=== Supplied information ===
====
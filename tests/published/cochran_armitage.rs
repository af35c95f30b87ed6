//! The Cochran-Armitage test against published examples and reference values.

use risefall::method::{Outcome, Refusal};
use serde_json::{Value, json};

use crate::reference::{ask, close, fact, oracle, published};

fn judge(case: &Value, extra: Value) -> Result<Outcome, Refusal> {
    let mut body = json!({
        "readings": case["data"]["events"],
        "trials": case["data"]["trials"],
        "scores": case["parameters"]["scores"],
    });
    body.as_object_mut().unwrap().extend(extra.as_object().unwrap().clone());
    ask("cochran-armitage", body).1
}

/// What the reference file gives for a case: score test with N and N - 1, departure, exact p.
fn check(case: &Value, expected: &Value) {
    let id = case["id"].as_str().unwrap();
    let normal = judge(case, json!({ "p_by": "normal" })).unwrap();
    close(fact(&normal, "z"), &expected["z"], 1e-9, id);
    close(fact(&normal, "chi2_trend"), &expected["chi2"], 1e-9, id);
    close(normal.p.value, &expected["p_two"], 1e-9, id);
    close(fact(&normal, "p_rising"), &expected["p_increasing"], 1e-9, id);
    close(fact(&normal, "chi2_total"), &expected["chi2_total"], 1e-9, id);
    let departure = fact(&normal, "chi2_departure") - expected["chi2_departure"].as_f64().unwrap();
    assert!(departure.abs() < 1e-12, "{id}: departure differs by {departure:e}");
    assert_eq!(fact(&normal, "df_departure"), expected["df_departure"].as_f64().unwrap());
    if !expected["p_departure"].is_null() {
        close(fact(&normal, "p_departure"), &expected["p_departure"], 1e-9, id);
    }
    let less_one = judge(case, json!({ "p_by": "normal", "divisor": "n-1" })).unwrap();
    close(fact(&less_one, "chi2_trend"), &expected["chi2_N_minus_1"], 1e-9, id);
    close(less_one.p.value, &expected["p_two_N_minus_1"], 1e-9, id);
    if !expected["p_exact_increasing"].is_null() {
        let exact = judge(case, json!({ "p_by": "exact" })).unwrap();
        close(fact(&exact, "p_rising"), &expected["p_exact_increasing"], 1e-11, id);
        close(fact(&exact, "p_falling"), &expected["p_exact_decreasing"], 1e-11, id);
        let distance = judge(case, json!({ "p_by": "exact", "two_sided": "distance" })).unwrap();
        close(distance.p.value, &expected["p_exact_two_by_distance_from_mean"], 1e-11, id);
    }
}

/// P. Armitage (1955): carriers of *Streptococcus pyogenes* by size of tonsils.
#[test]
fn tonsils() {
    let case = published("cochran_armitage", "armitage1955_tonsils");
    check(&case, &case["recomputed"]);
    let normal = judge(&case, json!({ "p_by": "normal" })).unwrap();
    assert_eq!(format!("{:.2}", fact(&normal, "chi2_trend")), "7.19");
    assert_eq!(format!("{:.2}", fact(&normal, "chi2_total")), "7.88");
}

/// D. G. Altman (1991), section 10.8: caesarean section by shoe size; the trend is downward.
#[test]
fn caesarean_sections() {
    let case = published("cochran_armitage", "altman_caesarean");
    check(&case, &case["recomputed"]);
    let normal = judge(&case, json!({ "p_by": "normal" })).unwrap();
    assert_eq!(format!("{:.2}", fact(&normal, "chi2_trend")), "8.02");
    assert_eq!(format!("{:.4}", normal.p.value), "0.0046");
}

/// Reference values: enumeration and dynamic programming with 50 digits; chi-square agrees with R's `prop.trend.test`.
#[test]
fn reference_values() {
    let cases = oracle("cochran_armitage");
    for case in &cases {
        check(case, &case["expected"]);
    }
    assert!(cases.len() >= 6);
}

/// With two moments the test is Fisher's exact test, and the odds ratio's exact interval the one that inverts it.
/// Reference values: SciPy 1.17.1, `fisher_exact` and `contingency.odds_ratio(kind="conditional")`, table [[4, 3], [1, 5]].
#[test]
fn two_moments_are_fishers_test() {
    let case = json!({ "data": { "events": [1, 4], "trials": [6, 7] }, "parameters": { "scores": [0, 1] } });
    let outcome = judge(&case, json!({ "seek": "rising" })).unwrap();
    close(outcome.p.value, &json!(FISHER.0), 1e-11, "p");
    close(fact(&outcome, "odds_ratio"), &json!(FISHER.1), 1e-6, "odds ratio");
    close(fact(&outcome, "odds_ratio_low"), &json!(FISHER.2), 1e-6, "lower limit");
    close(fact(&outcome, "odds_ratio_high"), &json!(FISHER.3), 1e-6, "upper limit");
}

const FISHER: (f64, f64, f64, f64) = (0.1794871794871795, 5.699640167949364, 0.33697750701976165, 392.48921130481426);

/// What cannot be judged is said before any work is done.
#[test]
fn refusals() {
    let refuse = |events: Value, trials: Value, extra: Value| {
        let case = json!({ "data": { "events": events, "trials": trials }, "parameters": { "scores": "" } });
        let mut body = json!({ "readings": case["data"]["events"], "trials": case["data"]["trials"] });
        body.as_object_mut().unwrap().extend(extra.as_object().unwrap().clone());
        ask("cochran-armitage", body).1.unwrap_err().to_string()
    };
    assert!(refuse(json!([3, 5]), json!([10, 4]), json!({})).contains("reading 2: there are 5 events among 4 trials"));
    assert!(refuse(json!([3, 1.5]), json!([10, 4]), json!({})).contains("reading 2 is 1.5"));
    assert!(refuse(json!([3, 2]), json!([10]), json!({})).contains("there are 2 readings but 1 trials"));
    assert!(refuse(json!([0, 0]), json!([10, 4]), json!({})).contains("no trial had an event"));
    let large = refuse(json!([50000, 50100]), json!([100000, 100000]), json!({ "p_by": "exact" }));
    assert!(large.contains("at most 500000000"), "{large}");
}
====
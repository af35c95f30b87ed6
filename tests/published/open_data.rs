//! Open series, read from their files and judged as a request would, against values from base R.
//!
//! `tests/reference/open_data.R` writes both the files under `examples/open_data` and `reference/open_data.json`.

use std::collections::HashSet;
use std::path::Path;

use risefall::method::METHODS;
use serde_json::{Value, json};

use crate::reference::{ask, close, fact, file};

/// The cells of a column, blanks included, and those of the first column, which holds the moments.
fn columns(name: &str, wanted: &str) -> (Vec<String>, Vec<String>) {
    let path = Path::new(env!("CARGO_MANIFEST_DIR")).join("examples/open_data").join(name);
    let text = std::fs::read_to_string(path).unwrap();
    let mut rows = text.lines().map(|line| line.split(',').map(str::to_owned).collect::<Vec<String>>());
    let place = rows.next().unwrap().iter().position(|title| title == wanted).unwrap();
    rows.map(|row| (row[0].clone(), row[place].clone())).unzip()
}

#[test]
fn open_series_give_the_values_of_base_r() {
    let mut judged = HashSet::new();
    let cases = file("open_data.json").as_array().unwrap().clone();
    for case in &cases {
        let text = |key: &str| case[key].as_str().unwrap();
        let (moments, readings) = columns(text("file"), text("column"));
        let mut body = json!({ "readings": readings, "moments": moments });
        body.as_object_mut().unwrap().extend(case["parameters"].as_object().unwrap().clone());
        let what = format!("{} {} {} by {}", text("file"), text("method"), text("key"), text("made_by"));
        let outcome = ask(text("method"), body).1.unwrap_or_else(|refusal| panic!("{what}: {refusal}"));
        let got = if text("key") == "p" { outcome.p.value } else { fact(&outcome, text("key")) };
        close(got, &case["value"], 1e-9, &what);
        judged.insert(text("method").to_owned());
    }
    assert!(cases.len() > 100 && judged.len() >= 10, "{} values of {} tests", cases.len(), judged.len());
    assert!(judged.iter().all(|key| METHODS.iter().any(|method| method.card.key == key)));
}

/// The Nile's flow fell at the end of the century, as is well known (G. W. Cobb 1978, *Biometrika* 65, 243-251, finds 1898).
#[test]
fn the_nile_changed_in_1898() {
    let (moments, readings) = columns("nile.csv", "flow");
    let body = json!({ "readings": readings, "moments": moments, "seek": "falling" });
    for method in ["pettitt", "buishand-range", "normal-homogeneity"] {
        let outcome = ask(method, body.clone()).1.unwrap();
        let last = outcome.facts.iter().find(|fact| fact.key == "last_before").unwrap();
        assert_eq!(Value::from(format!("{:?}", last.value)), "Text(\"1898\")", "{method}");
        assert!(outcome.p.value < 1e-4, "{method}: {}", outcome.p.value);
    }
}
====
=== Work order ===
Referring to the material above, set down exactly the lines between the line with "2: there are" and the line with "are 2 readings", inclusive, and no other lines.

=== Output of the task ===
    assert!(refuse(json!([3, 5]), json!([10, 4]), json!({})).contains("reading 2: there are 5 events among 4 trials"));
    assert!(refuse(json!([3, 1.5]), json!([10, 4]), json!({})).contains("reading 2 is 1.5"));
    assert!(refuse(json!([3, 2]), json!([10]), json!({})).contains("there are 2 readings but 1 trials"));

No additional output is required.